The seed crystal holder 1 and the pull-up shaft 58 are fixed by a female screw made of stainless steel whose inside is machined so as to fit with the mounting portion 12 of the seed crystal holder 1. When such seed crystal holder 1 was used in an environment of 1500 ° C., it was confirmed that it could withstand a load of 60 kg.

[0016]

As described above, according to the present invention, it is possible to sufficiently withstand the weight of a pulled single crystal in a high temperature environment, and even if the holder material is dropped and melted into the melt raw material, the crystal A seed crystal holder that does not affect the quality can be provided.

[Brief description of drawings]

FIG. 1 is a sectional view of a seed crystal holder according to an embodiment of the present invention.

FIG. 2 is a front view of a seed crystal held by the seed crystal holder shown in FIG.

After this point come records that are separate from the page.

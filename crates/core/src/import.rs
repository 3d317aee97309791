//! Reading an export folder back into a database: the inverse of
//! [`crate::export`], so that export → import → export gives the same bytes.
//!
//! Everything is checked before anything is kept. Each `<table>.csv` (a
//! missing file is a table without rows; `datapackage.json` is not needed) is
//! read whole and refused when it is larger than [`MAX_FILE_BYTES`], is not
//! UTF-8, ends inside a quoted value, has a header that is not exactly the
//! table's columns (in any order), has a row with the wrong number of values,
//! a value the table schema refuses, or an id used twice. Then every row of
//! every file is inserted through the one write path
//! ([`Writer::insert_values`]) in a single transaction, which also checks
//! references and unique keys against the database; the first problem rolls
//! the whole import back.
//!
//! Every problem is an [`Error::Import`] naming the file, the 1-based line
//! (the header is line 1; a row that spans lines is named by its first line)
//! and the column.

use std::collections::HashMap;
use std::fs::{self, File};
use std::io::Read;
use std::path::Path;

use rusqlite::types::Value;

use crate::export;
use crate::store::{Store, Writer};
use crate::tables::{self, TableSchema};
use crate::{Error, Result};

/// Largest table file an import reads (512 MiB): far above a season's data,
/// low enough that a wrong file cannot exhaust a tablet's memory.
pub const MAX_FILE_BYTES: u64 = 512 * 1024 * 1024;

/// What an import added.
#[derive(Debug, Clone, Default, PartialEq, Eq)]
pub struct ImportSummary {
    /// Rows inserted per table, in import (dependency) order.
    pub tables: Vec<(String, usize)>,
}

/// One data row of a file, values in schema column order.
#[derive(Debug)]
struct Row {
    line: u64,
    values: Vec<Value>,
}

/// One table's file, read and checked.
#[derive(Debug)]
struct TableFile {
    schema: &'static TableSchema,
    file: String,
    rows: Vec<Row>,
}

/// Import every table file found in `dir`, all or nothing.
pub fn import(store: &mut Store, dir: &Path) -> Result<ImportSummary> {
    let meta = fs::metadata(dir).map_err(|e| Error::io(dir, e))?;
    if !meta.is_dir() {
        return Err(Error::State(format!("{}: is not a folder", dir.display())));
    }
    let mut files = Vec::new();
    let mut found = 0;
    for schema in tables::all() {
        let file = export::file_name(schema);
        let rows = match read_bounded(&dir.join(&file))? {
            Some(bytes) => {
                found += 1;
                parse_table(schema, &file, &bytes)?
            }
            None => Vec::new(),
        };
        files.push(TableFile { schema, file, rows });
    }
    if found == 0 {
        // Almost certainly the wrong folder: an export always writes every file.
        return Err(Error::State(format!(
            "{}: holds none of the table files ({}, …); nothing was imported",
            dir.display(),
            export::file_name(&tables::all()[0])
        )));
    }
    let summary = ImportSummary {
        tables: files
            .iter()
            .map(|t| (t.schema.name.clone(), t.rows.len()))
            .collect(),
    };
    store.write(|w| {
        for table in files {
            insert_table(w, table)?;
        }
        Ok(())
    })?;
    Ok(summary)
}
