from __future__ import annotations

import argparse
import json
import logging
import signal
import sys
import threading
from collections.abc import Callable, Sequence
from pathlib import Path
from typing import Any

import uvicorn
from pydantic import ValidationError
from sqlalchemy import func, select
from sqlalchemy.engine import make_url
from sqlalchemy.exc import OperationalError

import railsign
from railsign import gate
from server import backup, migrate, transfer
from server.analysis import DocumentError, analyze_rail, format_report
from server.analysis.sequence import analyze_sequence, format_sequence_report, timeline_csv
from server.analysis.units import quantity
from server.analysis.zth_fit import BOARD_TAU_WORDS, METHOD
from server.app import create_app
from server.config import Settings
from server.db import make_engine, make_sessionmaker, ping
from server.demo import DEMO_PASSWORD, DEMO_USERS, seed_if_empty
from server.models import Job
from server.schemas.rail import normalize
from server.schemas.validation import DocumentInvalid, parse_rail_document
from server.services import jobs, risks, sequences, teams, users
from server.services.access import Actor
from server.services.bom_import import parse_bom
from server.services.errors import ServiceError
from server.services.parts import fit_zth_points, zth_points_from_text
from server.services.results import engine_version
from server.units import UnitError, parse_quantity
from server.worker import WorkerPool

EXIT_OK, EXIT_FAILING_CHECK, EXIT_BAD_INPUT, EXIT_NO_DATABASE = 0, 1, 2, 3


class CliError(Exception):
    def __init__(self, message: str, code: int = EXIT_BAD_INPUT) -> None:
        super().__init__(message)
        self.code = code


def _settings(**overrides: Any):
    try:
        return Settings(**{k: v for k, v in overrides.items() if v is not None})
    except ValidationError as exc:
        raise CliError("bad setting: " + "; ".join(f"{'.'.join(map(str, e['loc']))}: {e['msg']}"
                                                   for e in exc.errors())) from None


def _safe_url(url: str) -> str:
    return make_url(url).render_as_string(hide_password=True)


def _migrate(settings) -> None:
    try:
        migrate.upgrade(settings)
    except OperationalError as exc:
        raise CliError(f"cannot reach the database at {_safe_url(settings.database_url)}: "
                       f"{str(exc.orig).strip().splitlines()[0]}", EXIT_NO_DATABASE) from None


def _sessions(settings):
    return make_sessionmaker(make_engine(settings))


def _actor(session, username: str | None):
    if username is None:
        return Actor.system("railsign-cli")
    return Actor.for_user(users.get_user_by_name(session=session, username=username))


def _read_json(path: str) -> Any:
    if path == "-":
        text = sys.stdin.read()
    else:
        file = Path(path)
        if not file.is_file():
            raise CliError(f"no such file: {path}")
        text = file.read_text(encoding="utf-8")
    try:
        return json.loads(text)
    except json.JSONDecodeError as exc:
        raise CliError(f"{path} is not valid JSON: {exc}") from None


def _write_json(data: Any, output: str | None) -> None:
    text = json.dumps(data, indent=2, sort_keys=False, ensure_ascii=False) + "\n"
    if output in (None, "-"):
        sys.stdout.write(text)
    else:
        Path(output).write_text(text, encoding="utf-8")
        print(f"wrote {output}", file=sys.stderr)


def _serve(settings, *, seed_demo: bool) -> int:
    _migrate(settings)
    if seed_demo:
        factory = _sessions(settings)
        with factory() as session:
            seeded = seed_if_empty(session)
        url = f"http://{settings.host}:{settings.port}/"
        print(f"railsign demo on {url}  (API docs: {url}docs)")
        print(("Seeded the demo data. " if seeded else "The database has data already; not seeded again. ")
              + f"Log in as any of the demo users with the password '{DEMO_PASSWORD}':")
        for name, role, _ in DEMO_USERS:
            print(f"  {name:<8} {role}")
        sys.stdout.flush()
    try:
        settings.check_secret()
    except ValueError as exc:
        raise CliError(str(exc)) from None
    log_level = settings.log_level.lower()
    if settings.web_workers > 1:
        uvicorn.run("server.app:create_app", factory=True, host=settings.host, port=settings.port,
                    workers=settings.web_workers, log_level=log_level)
    else:
        uvicorn.run(create_app(settings), host=settings.host, port=settings.port, log_level=log_level)
    return EXIT_OK


def cmd_serve(args: argparse.Namespace) -> int:
    return _serve(_settings(host=args.host, port=args.port, web_workers=args.workers), seed_demo=False)


def cmd_demo(args: argparse.Namespace) -> int:
    return _serve(_settings(host=args.host, port=args.port, demo=True), seed_demo=True)


def cmd_migrate(args: argparse.Namespace) -> int:
    settings = _settings()
    if args.downgrade:
        migrate.downgrade(settings, args.downgrade)
        print(f"downgraded {_safe_url(settings.database_url)} to {args.downgrade}")
    else:
        _migrate(settings)
        print(f"{_safe_url(settings.database_url)} is at the newest schema ({migrate.head_revision(settings)})")
    return EXIT_OK


def cmd_export(args: argparse.Namespace) -> int:
    settings = _settings()
    _migrate(settings)
    with _sessions(settings)() as session:
        actor = _actor(session, args.user)
        if args.rail is not None:
            data = transfer.export_rail(session=session, actor=actor, rail_id=args.rail)
        elif args.board is not None:
            data = transfer.export_board(session=session, actor=actor, board_id=args.board)
        else:
            data = transfer.export_product(session=session, actor=actor, product_id=args.product)
    _write_json(data, args.output)
    return EXIT_OK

FIG. 3 is a sectional view of a single crystal growth furnace for growing a YAG single crystal using the seed crystal holder shown in FIG.

[Explanation of symbols]

 1 seed crystal holder 2 seed crystal 3 sleeve 10 straight body part 10a slit 11 seed crystal holding part 11a taper surface 12 mounting part 12a taper surface 53 single crystal 58 pulling shaft

Claims (4)

[Claims] 1. A seed crystal holder for mounting a seed crystal on a pulling shaft, which is a cylindrical body made of high-purity alumina ceramics having a purity of at least 99.9% or more, and the cylindrical body has a cylindrical shaft. A seed crystal holding part for holding the seed crystal at one end in the direction, and an attachment part attached to the pulling shaft at the other end in the cylinder axis direction, and the inner surface of the seed crystal holding part is the cylinder. A seed crystal holder, which is coaxial with the shaft and has a tapered shape in which the diameter gradually decreases toward one end in the cylinder axis direction, and the seed crystal is held on the inner surface. 2. The seed crystal holder according to claim 1, wherein an outer surface of the attachment portion is coaxial with the cylinder axis and has a taper shape in which a diameter thereof gradually increases toward the other end in the cylinder axis direction. 3. Ir, Pt is formed on the inner surface of the seed crystal holding portion.
Alternatively, a sleeve made of Rh is added.
Seed crystal holder described. 4. The seed crystal holder according to claim 1, wherein the tubular body has a slit extending along the tubular axis thereof.